Yes sir, looks great.


----------



## kilo charlie (Jun 25, 2021)

That looks tasty!


----------



## Bearcarver (Jun 25, 2021)

That's what I call "Good Eatin"!!
Nice Job, Brian!!
Like.

Bear


----------



## pushok2018 (Jun 25, 2021)

Beautiful looking smocked trout! I love trout smoked, fried or baked - just give it to me....


----------



## Winterrider (Jun 25, 2021)

I'd be all over that !


----------



## jmusser (Jun 25, 2021)

Looks great Brian!


----------



## jcam222 (Jun 25, 2021)

Looks great Brian! I’ve had the opposite experience lately with the sale fish and seafood. Been pretty hesitant lately to grab it on sale.


----------



## crazymoon (Jun 26, 2021)

BGSDT, Your fish looks scrumptious,look up a smoked trout dip recipe for a tasty treat !


----------



## BrianGSDTexoma (Jun 26, 2021)

jcam222 said:


> Looks great Brian! I’ve had the opposite experience lately with the sale fish and seafood. Been pretty hesitant lately to grab it on sale.

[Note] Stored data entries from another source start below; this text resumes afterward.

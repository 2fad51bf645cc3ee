// `npm test`: the same set-up as `npm start`, then every check against a separate test database.
import { prepare, runTypeScript } from './bootstrap.mjs';

try {
  prepare(['postgresql', 'chromium']);
} catch (error) {
  process.stderr.write(`[fieldcurve] set-up failed: ${error.message}\n`);
  process.stdout.write('0 passed, 1 failed\n');
  process.exit(1);
}
process.exit(runTypeScript('tools/stack/test-run.ts', process.argv.slice(2)));
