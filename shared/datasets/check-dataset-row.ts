import type { ColumnMapping } from './dataset-columns';
import type { ImportProblem } from './dataset-resource';

/** A stored column and where its values stand in each file record. */
export interface PlannedColumn {
  readonly mapping: ColumnMapping;
  /** 0-based position of the column in the file's header. */
  readonly index: number;
}

/** A checked value as COPY takes it: a number, a day (YYYY-MM-DD), a label, or null. */
export type StoredValue = number | string | null;

const numberPattern = /^[+-]?(\d+\.?\d*|\.\d+)([eE][+-]?\d+)?$/;
const dayPattern = /^(\d{4})-(\d{2})-(\d{2})$/;

/** Roles whose cells must hold a value on every row. */
const requiredValueRoles = new Set(['price', 'quantity', 'weight']);

/**
 * Checks one file record against the mapping and converts it: numbers must be plain decimals
 * (no text, no thousands separators), prices and quantities not negative, weights above zero,
 * dates real calendar days written YYYY-MM-DD, labels free of NUL. Answers the typed values or
 * every problem of the record, each naming the file line and column.
 */
export function checkDatasetRow(
  record: readonly string[],
  line: number,
  plan: readonly PlannedColumn[],
): { values: StoredValue[] } | { problems: ImportProblem[] } {
  const values: StoredValue[] = [];
  const problems: ImportProblem[] = [];
  for (const { mapping, index } of plan) {
    const problem = (message: string) => problems.push({ line, column: mapping.source, message });
    const raw = index < record.length ? record[index].trim() : undefined;
    if (raw === undefined || raw === '') {
      if (requiredValueRoles.has(mapping.role)) {
        problem(
          raw === undefined
            ? `the row has no ${mapping.source} column (only ${record.length} fields)`
            : `${mapping.source} is empty; every row needs a ${mapping.role}`,
        );
      }
      values.push(null);
      continue;
    }
    if (mapping.type === 'number') {
      const value = numberPattern.test(raw) ? Number(raw) : NaN;
      if (!Number.isFinite(value)) {
        problem(`"${shorten(raw)}" is not a number (write plain decimals such as 12.5)`);
      } else if ((mapping.role === 'price' || mapping.role === 'quantity') && value < 0) {
        problem(`a ${mapping.role} cannot be negative (${raw})`);
      } else if (mapping.role === 'weight' && !(value > 0)) {
        problem(`a weight must be above zero (${raw})`);
      }
      values.push(value);
    } else if (mapping.type === 'date') {
      if (!isCalendarDay(raw)) problem(`"${shorten(raw)}" is not a date written YYYY-MM-DD`);
      values.push(raw);
    } else {
      if (raw.includes('\u0000')) problem('the text holds a NUL character');
      else if (raw.length > 200) problem('labels are limited to 200 characters');
      values.push(raw);
    }
  }
  return problems.length > 0 ? { problems } : { values };
}

function isCalendarDay(text: string): boolean {
  const parts = dayPattern.exec(text);
  if (!parts) return false;
  const [year, month, day] = parts.slice(1).map(Number);
  if (year < 1) return false;
  const date = new Date(Date.UTC(year, month - 1, day));
  return (
    date.getUTCFullYear() === year && date.getUTCMonth() === month - 1 && date.getUTCDate() === day
  );
}

function shorten(text: string): string {
  return text.length > 40 ? `${text.slice(0, 40)}…` : text;
}

/**
 * Places each mapped (not ignored) column in the header; a mapped column the header lacks is a
 * problem of line 1.
 */
export function planColumns(
  header: readonly string[],
  columns: readonly ColumnMapping[],
): { plan: PlannedColumn[] } | { problems: ImportProblem[] } {
  const names = header.map((h) => h.trim());
  const plan: PlannedColumn[] = [];
  const problems: ImportProblem[] = [];
  for (const mapping of columns) {
    if (mapping.role === 'ignore') continue;
    const index = names.indexOf(mapping.source);
    if (index < 0) {
      problems.push({
        line: 1,
        column: mapping.source,
        message: `the file has no column "${mapping.source}" (its columns: ${names.join(', ') || 'none'})`,
      });
    } else plan.push({ mapping, index });
  }
  return problems.length > 0 ? { problems } : { plan };
}

/** A stored-column name suggested from a header: lower case, underscores, a letter first. */
export function suggestedName(header: string, taken: ReadonlySet<string>): string {
  let base = header
    .toLowerCase()
    .normalize('NFKD')
    .replace(/[^a-z0-9]+/g, '_')
    .replace(/^_+|_+$/g, '')
    .slice(0, 36);
  if (!/^[a-z]/.test(base)) base = `c_${base}`.slice(0, 36);
  if (base === 'line' || base === 'c_') base = `${base}_col`;
  let name = base;
  for (let i = 2; taken.has(name); i++) name = `${base}_${i}`;
  return name;
}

Fish so dang high.  Got some Red Fish couple weeks ago.  Was really good.  The butcher their is a friend and he pretty good about watching what he puts out.  Was having beer with him at VFW yesterday and told be those short ribs I picked up at 50% off where really good meaty ones.  I pressure cooking some soybeans today to try your baked beans.  Going to have scale it down a bit!  Also going to make your rub.  My smoked paprika getting pretty old so probably need to get some new.


----------



## gmc2003 (Jun 26, 2021)

That a fine example of Brian's brain food right there. I don't fish much anymore, but my BIL does and he's always willing to give me some lakers and salmon. After this post I think I'll have to hit him up for some.

Point for sure
Chris


----------



## BrianGSDTexoma (Jun 26, 2021)

Was going to make some fish dip but this so good right out of the fridge just sitting here eating it by itself!


----------